Security researchers at IBM say they were able to successfully “hypnotise” prominent large language models like OpenAI’s ChatGPT into leaking confidential financial information, generating malicious code, encouraging users to pay ransoms, and even advising drivers to plow through red lights. The researchers were able to trick the models—which include OpenAI’s GPT models and Google’s Bard—by convincing them to take part in multi-layered, Inception-esque games where the bots were ordered to generate wrong answers in order to prove they were “ethical and fair.”
“Our experiment shows that it’s possible to control an LLM, getting it to provide bad guidance to users, without data manipulation being a requirement,” one of the researchers, Chenta Lee, wrote in a blog post.
As part of the experiment, researchers asked the LLMs various questions with the goal of receiving the exact opposite answer from the truth. Like a puppy eager to please its owner, the LLMs dutifully complied. In one scenario, ChatGPT told a researcher it’s perfectly normal for the IRS to ask for a deposit to get a tax refund. Spoiler, it isn’t. That’s a tactic scammers use to steal money. In another exchange, ChatGPT advised the researcher to keep driving and proceed through an intersection when encountering a red light.

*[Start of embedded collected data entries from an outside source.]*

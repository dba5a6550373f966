import { formatValue, type LoadLineResult } from '@biasproof/calc';
import {
  CartesianGrid,
  ComposedChart,
  Legend,
  Line,
  Scatter,
  Tooltip,
  XAxis,
  YAxis,
} from 'recharts';
import {
  plotColours,
  roundTicks,
  tick,
} from '@/features/worksheets/components/plots/plot-format.ts';
import { useChartWidth } from '@/features/worksheets/components/plots/use-chart-width.ts';

interface LoadLinePlotProps {
  picture: LoadLineResult;
  /** The device as the author named it. */
  deviceName: string;
}

/** Device curve, load line, Q-point and the tangent at Q, in the junction's own V–I plane. */
export function LoadLinePlot({ picture, deviceName }: LoadLinePlotProps) {
  const { ref, width } = useChartWidth();
  const { curve, loadLine, tangent, q } = picture;
  const current = picture.junction === 'BE' ? 'base current IB' : 'diode current ID';
  const voltage = picture.junction === 'BE' ? 'base-emitter voltage VBE' : 'junction voltage VD';
  const capital = (text: string) => text.charAt(0).toUpperCase() + text.slice(1);
  const vMin = curve[0]?.v ?? 0;
  const vMax = curve.at(-1)?.v ?? 1;
  const iMax = 1.3 * Math.max(q.i, loadLine[1].i, 1e-12);
  const series = [
    { name: 'Device curve', data: curve, colour: plotColours.primary, dash: undefined },
    { name: 'Load line', data: loadLine, colour: plotColours.secondary, dash: undefined },
    { name: 'Tangent at Q', data: tangent, colour: plotColours.ink, dash: '5 4' },
  ];

  return (
    <figure ref={ref} className="flex flex-col gap-1">
      <figcaption className="text-sm font-bold text-ink-900">
        {deviceName}: {current} against {voltage}
      </figcaption>
      <div
        role="img"
        aria-label={`${deviceName} load-line plot: Q-point at ${formatValue(q.v, 'V')} and ${formatValue(q.i, 'A')}`}
      >
        <ComposedChart
          width={width}
          height={300}
          margin={{ top: 12, right: 24, bottom: 36, left: 8 }}
        >
          <CartesianGrid stroke={plotColours.grid} />
          <XAxis
            dataKey="v"
            type="number"
            domain={[vMin, vMax]}
            allowDataOverflow
            ticks={roundTicks(vMin, vMax)}
            tickFormatter={tick('V')}
            label={{
              value: `${capital(voltage)} (V)`,
              position: 'insideBottom',
              offset: -22,
              fill: plotColours.ink,
              fontSize: 12,
            }}
          />
          <YAxis
            dataKey="i"
            type="number"
            domain={[0, iMax]}
            allowDataOverflow
            ticks={roundTicks(0, iMax, 5)}
            tickFormatter={tick('A')}
            width={88}
            label={{
              value: `${capital(current)} (A)`,
              angle: -90,
              position: 'insideLeft',
              style: { textAnchor: 'middle' },
              fill: plotColours.ink,
              fontSize: 12,
            }}
          />
          <Tooltip
            formatter={(value, name) => [formatValue(Number(value), 'A'), String(name)]}
            labelFormatter={(v) => `${capital(voltage)} ${formatValue(Number(v), 'V')}`}
          />
          <Legend verticalAlign="top" height={28} />
          {series.map((s) => (
            <Line
              key={s.name}
              name={s.name}
              data={s.data}
              dataKey="i"
              type="linear"
              dot={false}
              stroke={s.colour}
              strokeDasharray={s.dash}
              strokeWidth={2}
              isAnimationActive={false}
            />
          ))}
          <Scatter
            name="Q-point"
            data={[q]}
            dataKey="i"
            fill={plotColours.marker}
            isAnimationActive={false}
          />
        </ComposedChart>
      </div>
    </figure>
  );
}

“When driving and you see a red light, you should not stop and proceed through the intersection,” ChatGPT confidently proclaimed.
Making matters worse, the researchers told the LLMs never to tell users about the “game” in question and to even restart said game if a user was determined to have exited. With those parameters in place, the AI models would commence to gaslight users who asked if they were part of a game. Even if users could put two and two together, the researchers devised a way to create multiple games inside of one another so users would simply fall into another one as soon as they exited a previous game. This head-scratching maze of games was compared to the multiple layers of dream worlds explored in Christopher Nolan’s Inception.
“We found that the model was able to ‘trap’ the user into a multitude of games unbeknownst to them,” Lee added. “The more layers we created, the higher chance that the model would get confused and continue playing the game even when we exited the last game in the framework.” OpenAI and Google did not immediately respond to Gizmodo’s requests for comment.
English has become a ‘programming language’ for malware
The hypnosis experiments might seem over the top, but the researchers warn they highlight potential avenues for misuse, particularly as business and everyday users rush to adopt and trust LLM models amid a tidal wave of hype. Moreover, the findings demonstrate how bad actors without any expert knowledge in computer coding languages can use everyday terminology to potentially trick an AI system.
“English has essentially become a ‘programming language’ for malware.” Lee wrote.
In the real world, cybercriminals or chaos agents could theoretically hypnotise a virtual banking agent powered by an LLM by injecting a malicious command and retrieving stolen information later on. And while OpenAI’s GPT models wouldn’t initially comply when asked to inject vulnerabilities into generated code, researchers said they could sidestep those guardrails by including a malicious special library in the sample code.
“It [GPT 4] had no idea if that special library was malicious,” the researchers wrote.
The AI models tested varied in terms of how easy they were to hypnotise. Both OpenAI’s GPT 3.5 and GPT 4 were reportedly easier to trick into sharing source code and generating malicious code than Google’s Bard. Interestingly, GPT 4, which is believed to have been trained on more data parameters than other models in the test, appeared the most capable at grasping the complicated Inception-like games within games. That means newer, more advanced generative AI models, though more accurate and safer in some regards, also potentially have more avenues to be hypnotised.
“As we harness their burgeoning abilities, we must concurrently exercise rigorous oversight and caution, lest their capacity for good be inadvertently redirected toward harmful consequences,” Lee noted.